Saltar a contenido

Appendix A - Production Hardening

The tools and recipes that turn a working JVM service into one you can debug at 3 AM. This appendix is referenced from every month's "Production Hardening Slice." By the end of Month 6, the hardening/ directory in your repo should contain runnable versions of everything below.


A.1 The Diagnostic Toolbox

Tool Where it lives When to reach for it
jcmd JDK bin/ Always-on Swiss-army knife: heap dump, JFR start/stop, thread dump, GC commands, flag inspection.
jstack JDK bin/ One-shot thread dump. Usually jcmd <pid> Thread.print is cleaner.
jmap JDK bin/ Heap dumps. Largely subsumed by jcmd <pid> GC.heap_dump.
jhsdb JDK bin/ Serviceability agent - post-mortem core dump analysis. Last resort but invaluable.
jfr (CLI) JDK bin/ Process JFR recordings without JMC. jfr print --events ... file.jfr.
JDK Mission Control (JMC) Separate download JFR GUI. Read recordings produced by jcmd JFR.dump.
async-profiler github.com/async-profiler CPU, alloc, lock, wall-clock sampling. Flame graphs.

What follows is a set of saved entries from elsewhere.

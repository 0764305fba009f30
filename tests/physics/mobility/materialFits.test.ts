/**
 * Mobility of Ge, GaAs and 4H-SiC: per-material defaults, refusal of models
 * without parameters for the material, the temperature-scaled Caughey–Thomas
 * form, and physical behaviour over 1e12–1e21 cm⁻³ and 50–700 K.
 */
import {
  ALL_MOBILITY_MODEL_CODES,
  MOBILITY_MODEL_CODES,
  defaultMobilityModel,
  fitMobility,
  freeCarrierMobility,
  mobility,
  mobilityModelCodes,
  resolveMobilityModel,
} from '../../../src/physics/mobility';
import { MATERIAL_MOBILITY_FITS, materialFitMobility } from '../../../src/physics/mobility/materialFits';
import { GALLIUM_ARSENIDE_SOTOODEH_FIT } from '../../../src/physics/mobility/galliumArsenideSotoodeh';
import { fullIonizationCorrection } from '../../../src/physics/mobility/fullIonizationCorrection';
import { GALLIUM_ARSENIDE, GERMANIUM, MATERIALS, SILICON, SILICON_CARBIDE_4H, type Material } from '../../../src/physics/materials';
import { PhysicsDomainError } from '../../../src/physics/errors';
import type { Carrier } from '../../../src/physics/sample';
import { materialSample } from '../transportSamples';

const sample = materialSample;

const NEW_HOSTS: readonly Material[] = [GERMANIUM, GALLIUM_ARSENIDE, SILICON_CARBIDE_4H];

describe('model codes per material', () => {
  it('keeps silicon’s list and default unchanged, and gives each other host its own fit as default', () => {
    expect(mobilityModelCodes(SILICON)).toEqual([...MOBILITY_MODEL_CODES]);
    expect(MATERIALS.map(defaultMobilityModel)).toEqual(['masetti', 'hilsum', 'sotoodeh', 'roschke-schwierz']);
    expect(ALL_MOBILITY_MODEL_CODES).toEqual([...MOBILITY_MODEL_CODES, 'hilsum', 'sotoodeh', 'roschke-schwierz']);
  });

  it('reads a blank code as the material’s default', () => {
    expect(resolveMobilityModel('', GALLIUM_ARSENIDE)).toBe('sotoodeh');
    expect(resolveMobilityModel(undefined, SILICON_CARBIDE_4H)).toBe('roschke-schwierz');
    expect(resolveMobilityModel(' HILSUM ', GERMANIUM)).toBe('hilsum');
    const s = sample(GALLIUM_ARSENIDE, 'Si', 1e17);
    expect(mobility('', 'electron', s)).toBe(mobility('sotoodeh', 'electron', s));
  });

  it.each([
    ['masetti', GALLIUM_ARSENIDE, /mobility model 'masetti' has parameters for silicon only; gallium arsenide supports: sotoodeh/],
    ['Arora', GERMANIUM, /'arora' has parameters for silicon only; germanium supports: hilsum/],
    ['caughey-thomas', SILICON_CARBIDE_4H, /4H silicon carbide supports: roschke-schwierz/],
    ['sotoodeh', SILICON, /'sotoodeh' has parameters for gallium arsenide only; silicon supports: masetti, arora, caughey-thomas/],
    ['hilsum', GALLIUM_ARSENIDE, /germanium only/],
  ] as const)('refuses %s for %s, naming what the material supports', (code, material, message) => {
    expect(() => resolveMobilityModel(code, material)).toThrow(PhysicsDomainError);
    expect(() => resolveMobilityModel(code, material)).toThrow(message);
  });

  it('refuses through the transport entry points as well', () => {
    expect(() => mobility('masetti', 'hole', sample(GALLIUM_ARSENIDE, 'Zn', 1e17))).toThrow(/silicon only/);
    expect(() => fitMobility('arora', 'electron', sample(GERMANIUM, 'P', 1e17))).toThrow(/germanium supports: hilsum/);
  });
});

describe('the temperature-scaled Caughey–Thomas form', () => {
  it('equals μmax at N = 0 and 300 K, (μmax + μmin)/2 at N = Nref, μmin for N → ∞', () => {
    for (const fit of MATERIAL_MOBILITY_FITS) {
      for (const carrier of ['electron', 'hole'] as Carrier[]) {
        const p = fit.parameters[carrier];
        expect(materialFitMobility(fit, carrier, 0, 300)).toBeCloseTo(p.maximum.value, 9);
        expect(materialFitMobility(fit, carrier, p.referenceDensity.value, 300)).toBeCloseTo((p.maximum.value + p.minimum.value) / 2, 9);
        expect(materialFitMobility(fit, carrier, 1e40, 300)).toBeCloseTo(p.minimum.value, 0);
      }
    }
  });

  it('is Sotoodeh’s equation for GaAs: μmin + (μmax·(300/T)^θ1 − μmin)/(1 + (N/(Nref·(T/300)^θ2))^λ)', () => {
    const fit = GALLIUM_ARSENIDE_SOTOODEH_FIT;
    const [t, n] = [400, 3e17];
    const expected = 500 + (9400 * Math.pow(300 / t, 2.1) - 500) / (1 + Math.pow(n / (6.0e16 * Math.pow(t / 300, 3.0)), 0.394));
    expect(materialFitMobility(fit, 'electron', n, t)).toBeCloseTo(expected, 9);
  });
});

describe('physical behaviour, 1e12–1e21 cm⁻³ and 50–700 K', () => {
  const densities = Array.from({ length: 9 * 4 + 1 }, (_, i) => Math.pow(10, 12 + i / 4));

  it.each(MATERIAL_MOBILITY_FITS.flatMap((fit) => (['electron', 'hole'] as Carrier[]).map((c) => [fit.code, c, fit] as const)))(
    '%s, %ss: positive, falls with doping at every temperature, falls with temperature when lightly doped (200–700 K)',
    (_code, carrier, fit) => {
      for (const t of [50, 100, 200, 300, 500, 700]) {
        let previous = Infinity;
        for (const n of densities) {
          const mu = materialFitMobility(fit, carrier as Carrier, n, t);
          expect(mu).toBeGreaterThan(0);
          expect(mu).toBeLessThanOrEqual(previous);
          previous = mu;
        }
      }
      let previous = Infinity;
      for (let t = 200; t <= 700; t += 50) {
        const mu = materialFitMobility(fit, carrier as Carrier, 1e14, t);
        expect(mu).toBeLessThan(previous);
        previous = mu;
      }
    },
  );
});

describe('drift mobility: the material fits describe free carriers (no full-ionization correction)', () => {
  it('returns the fit unchanged for the majority carrier, even for the deep Al acceptor in 4H-SiC', () => {
    const al = sample(SILICON_CARBIDE_4H, 'Al', 1e18);
    expect(mobility('', 'hole', al)).toBe(fitMobility('', 'hole', al));
    const zn = sample(GALLIUM_ARSENIDE, 'Zn', 1e18, 400, 1e17);
    expect(mobility('', 'hole', zn)).toBe(fitMobility('', 'hole', zn));
    expect(mobility('', 'electron', sample(GERMANIUM, 'Sb', 1e16, 77))).toBe(
      fitMobility('', 'electron', sample(GERMANIUM, 'Sb', 1e16, 77)),
    );
  });

  it('uses the total impurity density for compensated samples', () => {
    const compensated = sample(GALLIUM_ARSENIDE, 'Te', 2e17, 300, 1e17);
    expect(fitMobility('', 'electron', compensated)).toBe(materialFitMobility(GALLIUM_ARSENIDE_SOTOODEH_FIT, 'electron', 3e17, 300));
  });

  it('still computes the silicon-style correction for every host (300 K solve): finite, ≥ 1', () => {
    for (const host of NEW_HOSTS) {
      for (const dopant of host.dopants) {
        for (const n of [1e12, 1e16, 1e18, 1e20]) {
          const factor = fullIonizationCorrection(sample(host, dopant.symbol, n));
          expect(Number.isFinite(factor)).toBe(true);
          expect(factor).toBeGreaterThanOrEqual(1 - 1e-12);
        }
      }
    }
    // 4H-SiC:Al at 1e18 cm⁻³ is about 5 % ionized at 300 K: the factor would be about 20, which is why it is not applied.
    expect(fullIonizationCorrection(sample(SILICON_CARBIDE_4H, 'Al', 1e18))).toBeGreaterThan(10);
  });

  it('leaves silicon free-carrier results as they were (Masetti with the correction); the published value is Masetti', () => {
    const b = sample(SILICON, 'B', 1e18);
    expect(freeCarrierMobility('', 'hole', b)).toBe(fitMobility('masetti', 'hole', b) * fullIonizationCorrection(b));
    expect(mobility('', 'hole', b)).toBe(fitMobility('masetti', 'hole', b));
  });
});
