/**
 * Parameter builders shared by catalog entries. Each returns a ParameterSpec
 * whose `parse` validates one element once, at the boundary, and throws an
 * InputError whose message names the argument, the value and what is allowed.
 */
import type { ParameterSpec } from './types';
import { InputError, type CellInput } from './values';

type Plain = Exclude<CellInput, { kind: 'failure' }>;

/** Shows a value as the user typed it, for messages. */
export function describeValue(value: Plain): string {
  if (value === null) return 'blank';
  if (typeof value === 'string') return `"${value}"`;
  if (typeof value === 'boolean') return value ? 'TRUE' : 'FALSE';
  return String(value);
}

/**
 * Numbers typed as text: decimal notation with an optional exponent, as a
 * spreadsheet reads them. JavaScript's Number() alone would also accept
 * 0x10, 0b11 and 0o17, which no spreadsheet reads as numbers.
 */
const DECIMAL_TEXT = /^[+-]?(\d+\.?\d*|\.\d+)(e[+-]?\d+)?$/i;

/**
 * Reads text as a number the way a spreadsheet does: decimal notation with an
 * optional exponent, surrounding spaces ignored. The one reader of typed
 * numbers for the catalog and the task pane.
 *
 * @param text - what was typed
 * @returns the number, or null for anything else (blank, hex/binary/octal, '1,5', '1e400', 'Infinity')
 * @example parseDecimalText(' 2.5E+16 ') // 2.5e16
 * @example parseDecimalText('0x10') // null
 */
export function parseDecimalText(text: string): number | null {
  const trimmed = text.trim();
  if (!DECIMAL_TEXT.test(trimmed)) return null;
  const parsed = Number(trimmed);
  return Number.isFinite(parsed) ? parsed : null;
}

/** Reads a number from a cell element: numbers as they are, numeric text trimmed; blanks give null. */
function readNumber(name: string, value: Plain): number | null {
  if (value === null || (typeof value === 'string' && value.trim() === '')) return null;
  if (typeof value === 'number') {
    if (!Number.isFinite(value)) throw new InputError(`${name} must be a finite number; got ${value}`);
    return value;
  }
  if (typeof value === 'string') {
    const parsed = parseDecimalText(value);
    if (parsed !== null) return parsed;
  }
  throw new InputError(`${name} must be a number; got ${describeValue(value)}`);
}

export interface NumberRule {
  /** Lowest allowed value. */
  readonly min?: number;
  /** Whether `min` itself is excluded (e.g. > 0). */
  readonly minExclusive?: boolean;
  readonly max?: number;
  /** Unit shown in range messages; null for dimensionless values. */
  readonly unit?: string | null;
}

function rangeText(rule: NumberRule): string {
  const unit = rule.unit ? ` ${rule.unit}` : '';
  const parts: string[] = [];
  if (rule.min !== undefined) parts.push(`${rule.minExclusive ? '>' : '≥'} ${rule.min}${unit}`);
  if (rule.max !== undefined) parts.push(`≤ ${rule.max}${unit}`);
  return parts.join(' and ');
}

/** Whether a rule excludes 0, so that a 0 from Excel can only have been an empty cell. */
export function excludesZero(rule: NumberRule): boolean {
  return rule.min !== undefined && (rule.min > 0 || (rule.min === 0 && rule.minExclusive === true));
}

function checkRange(name: string, value: number, rule: NumberRule): number {
  const belowMin = rule.min !== undefined && (rule.minExclusive ? value <= rule.min : value < rule.min);
  const aboveMax = rule.max !== undefined && value > rule.max;
  if (belowMin || aboveMax) {
    throw new InputError(`${name} must be ${rangeText(rule)}; got ${value}`);
  }
  return value;
}

interface NumberOptions extends NumberRule {
  readonly name: string;
  readonly unit: string | null;
  readonly description: string;
}

/** A required number. */
export function requiredNumber(options: NumberOptions): ParameterSpec<number> {
  const { name, unit, description } = options;
  return {
    name,
    type: 'number',
    unit,
    description,
    optional: false,
    zeroIsBlank: excludesZero(options),
    parse(value) {
      const n = readNumber(name, value);
      if (n === null) throw new InputError(`${name} is required (${description.replace(/\.$/, '')})`);
      return checkRange(name, n, options);
    },
  };
}

/** An optional number with a default used for blank or omitted arguments. */
export function optionalNumber(options: NumberOptions & { readonly defaultValue: number }): ParameterSpec<number> {
  const { name, unit, description, defaultValue } = options;
  return {
    name,
    type: 'number',
    unit,
    description,
    optional: true,
    defaultText: String(defaultValue),
    zeroIsBlank: excludesZero(options),
    parse(value) {
      const n = readNumber(name, value);
      return n === null ? defaultValue : checkRange(name, n, options);
    },
  };
}

interface CodeOptions<T> {
  readonly name: string;
  readonly description: string;
  /** Allowed codes in display form. */
  readonly choices: () => readonly string[];
  /** Default code for blanks, or undefined if the argument is required. */
  readonly defaultCode?: string;
  /** Maps a canonical code to the value the implementation receives. */
  readonly resolve: (code: string) => T;
  /** Other spellings, e.g. { electrons: 'electron' }: alias → code in `choices`. */
  readonly aliases?: Readonly<Record<string, string>>;
}

/**
 * The canonical code for each spelling, lower case; throws if two spellings
 * are the same case-insensitively, so no code can differ from another by case
 * alone (the argument fails, as an internal error, rather than read a code
 * two ways; tests/catalog/codeCase.test.ts parses every code of every argument).
 */
export function spellingTable(name: string, codes: readonly string[], aliases: Readonly<Record<string, string>> = {}): Map<string, string> {
  const table = new Map<string, string>();
  const add = (spelling: string, code: string) => {
    const key = spelling.trim().toLowerCase();
    const taken = table.get(key);
    if (taken !== undefined && taken !== code) {
      throw new Error(`${name}: "${spelling}" would mean both ${taken} and ${code}`);
    }
    table.set(key, code);
  };
  for (const code of codes) add(code, code);
  for (const [alias, code] of Object.entries(aliases)) {
    if (!codes.includes(code)) throw new Error(`${name}: alias "${alias}" names unknown code ${code}`);
    add(alias, code);
  }
  return table;
}

/** A text code (case-insensitive, with optional aliases) from a fixed list. */
export function codeParameter<T>(options: CodeOptions<T>): ParameterSpec<T> {
  const { name, description, choices, defaultCode, resolve, aliases } = options;
  const optional = defaultCode !== undefined;
  let table: Map<string, string> | undefined;
  // Built on first use: choices may read tables that are still loading when the catalog module runs.
  const spellings = () => (table ??= spellingTable(name, choices(), aliases));
  return {
    name,
    type: 'text',
    unit: null,
    description,
    optional,
    defaultText: defaultCode,
    choices,
    aliases: aliases ? Object.keys(aliases) : undefined,
    zeroIsBlank: true,
    parse(value) {
      if (value === null || (typeof value === 'string' && value.trim() === '')) {
        if (optional) return resolve(defaultCode);
        throw new InputError(`${name} is required; allowed: ${choices().join(', ')}`);
      }
      if (typeof value !== 'string') {
        throw new InputError(`${name} must be a text code; got ${describeValue(value)}; allowed: ${choices().join(', ')}`);
      }
      const match = spellings().get(value.trim().toLowerCase());
      if (match === undefined) {
        const also = aliases ? `; also ${Object.keys(aliases).join(', ')}` : '';
        throw new InputError(`${name} "${value}" is not known; allowed: ${choices().join(', ')}${also}`);
      }
      return resolve(match);
    },
  };
}

/**
 * A required code whose meaning depends on another argument (a dopant is
 * known only per material), so the implementation resolves it. This parser
 * insists on non-blank text, refuses what `problem` names (a code that reads
 * two ways), and hands the rest on trimmed.
 */
export function requiredCode(options: {
  readonly name: string;
  readonly description: string;
  readonly details?: string;
  readonly choices: () => readonly string[];
  /** Why a text cannot be taken (the message), or null. */
  readonly problem?: (text: string) => string | null;
}): ParameterSpec<string> {
  const { name, description, details, choices, problem } = options;
  return {
    name,
    type: 'text',
    unit: null,
    description,
    details,
    optional: false,
    choices,
    zeroIsBlank: true,
    parse(value) {
      if (value === null || (typeof value === 'string' && value.trim() === '')) {
        throw new InputError(`${name} is required; allowed: ${choices().join(', ')}`);
      }
      if (typeof value !== 'string') {
        throw new InputError(`${name} must be a text code; got ${describeValue(value)}; allowed: ${choices().join(', ')}`);
      }
      const refusal = problem?.(value);
      if (refusal) throw new InputError(refusal);
      return value.trim();
    },
  };
}
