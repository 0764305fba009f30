import {
  FIT_REFERENCE_TEMPERATURE,
  fullIonizationCorrection,
  netMajorityCarrier,
} from '../../../src/physics/mobility/fullIonizationCorrection';
import { solveEquilibrium } from '../../../src/physics/equilibrium';
import { sampleDopants } from '../../../src/physics/sample';
import { logSpaced, siliconSample } from '../transportSamples';

// The full-ionization correction of the fitted mobilities (docs/physics.md, "Ionization and the fitted mobilities"):
// μ = μ_fit · N_net / n_eq(300 K).
describe('netMajorityCarrier', () => {
  it('is the carrier of whichever doping outweighs the other', () => {
    expect(netMajorityCarrier(siliconSample('P', 1e16))).toBe('electron');
    expect(netMajorityCarrier(siliconSample('P', 1e16, 300, 3e16))).toBe('hole');
    expect(netMajorityCarrier(siliconSample('B', 1e16, 300, 1e15))).toBe('hole');
    expect(netMajorityCarrier(siliconSample('B', 1e16, 300, 1e16))).toBeUndefined();
    expect(netMajorityCarrier(siliconSample('B', 0))).toBeUndefined();
  });
});

describe('fullIonizationCorrection', () => {
  it('is N_net / n_eq(300 K) for extrinsic samples, to O(ni²/N²), whatever the sample temperature', () => {
    for (const [dopant, n, counter] of [
      ['P', 1e18, 0],
      ['B', 1e13, 0],
      ['As', 1e20, 0],
      ['B', 2e17, 5e16],
      ['P', 1e17, 3e17],
    ] as const) {
      const sample = siliconSample(dopant, n, 77, counter);
      const eq = solveEquilibrium(sample.material, FIT_REFERENCE_TEMPERATURE, sampleDopants(sample));
      const majority = Math.max(eq.electrons, eq.holes);
      const minority = Math.min(eq.electrons, eq.holes);
      const literal = Math.abs(n - counter) / majority;
      expect(Math.abs(fullIonizationCorrection(sample) / literal - 1)).toBeLessThan(3 * (minority / majority) + 1e-12);
      expect(fullIonizationCorrection({ ...sample, temperature: 500 })).toBe(fullIonizationCorrection(sample));
    }
  });

  it('exceeds 1 where the 300 K equilibrium leaves dopants un-ionized (near the Mott transition)', () => {
    expect(fullIonizationCorrection(siliconSample('P', 1e18))).toBeGreaterThan(1.05);
    expect(fullIonizationCorrection(siliconSample('B', 1e18))).toBeGreaterThan(1.05);
  });

  it('goes to 1 for samples intrinsic at 300 K, where the literal N_net/n_eq would collapse', () => {
    expect(fullIonizationCorrection(siliconSample('P', 1e12))).toBeCloseTo(1, 4);
    expect(fullIonizationCorrection(siliconSample('B', 1e8))).toBeCloseTo(1, 6);
  });

  it('is exactly 1 for undoped and exactly compensated samples', () => {
    expect(fullIonizationCorrection(siliconSample('P', 0))).toBe(1);
    expect(fullIonizationCorrection(siliconSample('P', 1e17, 300, 1e17))).toBe(1);
  });

  it('is continuous, positive and bounded across compensation down to exact balance', () => {
    // Under strong compensation the Fermi level stays near the donor level, so
    // the factor tends to a limit above 1; only when the 300 K reference turns
    // intrinsic (N_net ≲ ni) does it relax to 1.
    for (const total of [1e15, 1e17, 1e19]) {
      let previous = fullIonizationCorrection(siliconSample('P', total, 300, 0));
      for (const ratio of logSpaced(-16, 0, 8).reverse()) {
        const factor = fullIonizationCorrection(siliconSample('P', total, 300, total * (1 - ratio)));
        expect(factor).toBeGreaterThan(0.5);
        expect(factor).toBeLessThan(1.5);
        expect(Math.abs(factor - previous)).toBeLessThan(0.05);
        previous = factor;
      }
    }
  });
});
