/**
 * Cell values as every host (Excel, the headless engine, the CLI) hands them to
 * the catalog, and as the catalog hands results back. Host adapters translate
 * their own representations into these and back; nothing here knows a host.
 */

/** Error codes a cell can show. #VALUE! is used wherever a message must be visible. */
export type ErrorCode = '#VALUE!' | '#NUM!' | '#N/A' | '#DIV/0!' | '#REF!' | '#NAME?' | '#NULL!';

/** An error in one cell or one element of a spill, with a message for the user. */
export interface CellFailure {
  readonly kind: 'failure';
  readonly code: ErrorCode;
  readonly message: string;
}

/** One input element: a number, text, a boolean, a blank (null) or an upstream error. */
export type CellInput = number | string | boolean | null | CellFailure;

/** One output element. */
export type CellOutput = number | string | CellFailure;

/** A rectangular block of values, row-major: grid[row][column]. */
export type Grid<T> = T[][];

/** An argument as received: a single value, a range/array, or absent (undefined). */
export type ArgumentInput = CellInput | Grid<CellInput> | undefined;

export function failure(code: ErrorCode, message: string): CellFailure {
  return { kind: 'failure', code, message };
}

export function isFailure(value: unknown): value is CellFailure {
  return typeof value === 'object' && value !== null && (value as CellFailure).kind === 'failure';
}

/**
 * Thrown by implementations and argument parsers for bad input. The catalog
 * turns it into a #VALUE! (or the given code) in that element only.
 */
export class InputError extends Error {
  constructor(
    message: string,
    readonly code: ErrorCode = '#VALUE!',
  ) {
    super(message);
    this.name = 'InputError';
  }
}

The single most useful add-on tool for the JVM.
Eclipse MAT eclipse.org/mat Heap-dump analysis. Dominator tree + leak suspects.
JMH openjdk.org/projects/code-tools/jmh Microbenchmarks. The only correct way.
jcstress openjdk.org/projects/code-tools/jcstress JMM stress tests for concurrent code.
GCViewer / gceasy.io Third-party GC log visualization.
VisualVM visualvm.github.io Older, lighter GUI for live monitoring. Useful for dev.
hsdis OpenJDK extension Disassembly plugin for -XX:+PrintAssembly.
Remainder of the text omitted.